Book Review: Security Culture Playbook

Title: The Security Culture Playbook: An Executive Guide To Reducing Risk and Developing Your Human Defense Layer

Author: Perry Carpenter, Kai Roer

Overall: Worth reading!

I haven’t found a lot of books talking about security awareness — from either the content or administration side, and that’s a shame. There’s a glut of technical books, and a sprinkle of business books, but very little on the teaching side. Comparatively, I haven’t seen as many awareness vendors as I have, say, vulnerability management vendors. Most offer some kind of phishing test platform, which makes sense. As much as everyone hates them, phishing tests are an oft-repeated security control of choice. As practitioners, we don’t really have another option to offer, either. If you don’t do phishing tests and training videos, what are you doing to address training and awareness?

Like many, I picked this up during a Humble Bundle deal.

Chapter 2 addresses an obvious question: Breaches exist, so how effective is what we’re doing? Spoiler alert: It’s not.

The rest of the book is an exercise in moving the needle from where we’re at to a perfect awareness utopia.

That starts with convincing the powers-that-be to invest the required resources. They’re business people and understand the concept of continuous improvement and the Toyota process. I’ve had seven classes out of 18 in my MBA so far; six of them have mentioned Toyota.

Chapter 3 dives into what exactly is going wrong with how programs run now. Carpenter describes his knowledge-intention-behavior gap, and that’s exactly as it sounds. Just because we give people information (don’t click the thing!) doesn’t guarantee that they’re going to remember or apply the information (clicks the thing anyway). Be honest: How are those new year resolutions going to go?

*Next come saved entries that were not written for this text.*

//! Workbench state and `update(Action)`: the only place state changes. Drawing reads `&App`.

use std::path::{Path, PathBuf};

use crossterm::event::{KeyCode, KeyEvent, KeyEventKind};
use ratatui::layout::Size;

use super::cells::{self, Field, Sheet};
pub use super::doc::same_file;
use super::doc::{Cursor, Doc};
use super::editor::{Editor, Purpose};
use super::keymap::{self, Action, Dir, ModeKind};
use super::layout_rules;
use super::picker::{self, Picker, Target};
use super::rows::{self, NewRow};
use super::theme::Theme;
use crate::solver::{Method, Solution};
use crate::text::inert;
use crate::wing::{validate, Wing};

/// What the keyboard is doing.
#[derive(Debug, Clone)]
pub enum Mode {
    /// Moving around.
    Normal,
    /// Typing into a cell or a prompt.
    Edit(Box<Editor>),
    /// Choosing a wing.
    Picker(Picker),
    /// The help overlay, scrolled by this many lines.
    Help {
        /// First line shown.
        scroll: u16,
    },
    /// Asking whether to quit with unsaved wings.
    Confirm,
}

impl SessionState {
    /// Why the session does not keep unsaved work (`None`: it does).
    #[must_use]
    pub fn why_not(&self) -> Option<&str> {
        match self {
            Self::Kept => None,
            Self::NotKept(why) | Self::Shared(why) => Some(why),
        }
    }
}

impl Mode {
    /// The key-table mode.
    #[must_use]
    pub const fn kind(&self) -> ModeKind {
        match self {
            Self::Normal => ModeKind::Normal,
            Self::Edit(_) => ModeKind::Edit,
            Self::Picker(_) => ModeKind::Picker,
            Self::Help { .. } => ModeKind::Help,
            Self::Confirm => ModeKind::Confirm,
        }
    }
}

/// The status line: what just happened.
#[derive(Debug, Clone, Default, PartialEq, Eq)]
pub struct Status {
    /// The message (already clean).
    pub text: String,
    /// Whether it reports a failure.
    pub error: bool,
    /// Whether a frame showing it has been drawn (so the user has had the chance to read it).
    pub shown: bool,
    /// Counts messages said, so an action can tell whether it said anything.
    pub serial: u64,
}

/// A pinned wing to compare against.
#[derive(Debug, Clone)]
pub struct Reference {
    /// The wing as it was when pinned.
    pub wing: Wing,
    /// Its solution.
    pub solved: Result<Solution, String>,
    /// Index of the open wing it was pinned from.
    pub source: usize,
}

/// Settings fixed at launch (some changeable from the workbench).
#[derive(Debug, Clone)]
pub struct Settings {
    /// The solution method.
    pub method: Method,
    /// Where copied lines are appended.
    pub notebook: PathBuf,
    /// Where the session is kept (`None`: no session is kept).
    pub session_dir: Option<PathBuf>,
    /// Whether `$TMUX` is set, so copies also go through tmux.
    pub in_tmux: bool,
    /// The bundled example wings, offered in the picker.
    pub examples: Option<PathBuf>,
}

/// The whole workbench state.
#[derive(Debug, Clone)]
pub struct App {
    /// Open wings; never empty.
    pub docs: Vec<Doc>,
    /// Index of the current wing.
    pub current: usize,
    /// The pinned reference.
    pub reference: Option<Reference>,
    /// What the keyboard is doing.
    pub mode: Mode,
    /// The status line.
    pub status: Status,
    /// Styles and glyphs.
    pub theme: Theme,
    /// Whether x_le and z are shown (on when any station uses them).
    pub offsets: bool,
    /// Launch settings.
    pub settings: Settings,
    /// Escape sequences to write to the terminal after the next frame (OSC 52).
    pub outbox: Vec<String>,
    /// Set when the user has asked to quit.
    pub quit: bool,
    /// Set by every action; the event loop saves the session after a short quiet time.
    pub session_changed: bool,
    /// The terminal's size, kept up to date by the event loop (scrolling needs it).
    pub size: Size,
    /// Set when a save was refused because the file changed on disk: the next `s` (and only
    /// the very next key) overwrites it.
    pub overwrite_armed: bool,
    /// Whether the session keeps unsaved work, and if not why.
    pub session_state: SessionState,
    /// The hold on the session folder while this workbench writes it.
    pub session_lock: Option<crate::session::Lock>,
}

/// Whether the session keeps what is not saved to files.
#[derive(Debug, Clone, Default, PartialEq, Eq)]
pub enum SessionState {
    /// The session is written (or will be at the next quiet moment).
    #[default]
    Kept,
    /// The session is not written: unsaved edits exist only in memory. Says why.
    NotKept(String),
    /// Another workbench holds the session: this one reads it but never writes it. Says so.
    Shared(String),
}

Chapter 4 defines terms. I liked the lessons learned from safety culture but I’m already convinced safety and security need to work together. I’m also a huge fan of context; here, the greater context is the timeline of industrial safety. The oil and gas business industry didn’t emerge with regulations in place. It took decades for public sentiment to think workplace accidents should be the exception instead of the norm; it took more decades to develop standards and teach people new ways of working. The industry is solidly in the middle of this cycle.

Chapter 6 gets into measurable areas with which to work. Specifically, how does security affect the behaviors and values of a specific group of people? Humans are dumb, panicky animals and we want to do what the group is doing. If it’s socially acceptable to click the thing, more people will click the thing. (Alternatively: Wear a mask during a pandemic.) Importantly, if practitioners want compliance with policies, practitioners need to provide the structure needed to support compliance. Chapter 9 is more metrics and how to measure something as fuzzy as culture.

Chapter 8 sets up Yet Another Framework. It works, as there are many suggestions on how to engage those that the practitioners wish to train. Only one of these options is phishing tests. Others include newsletters, giveaways, games, and events. In other words, get out there, and get marketing.

The rest of the book combines marketing concepts and How To Win Friends and Influence People. Getting people to not click the thing certainly requires a dash of both. Security has to meet people where they are in order to lead them to where we want them to be; as always, there’s nothing for it but to do it. Unfortunately, it’s not an area technology can program its way out of this time.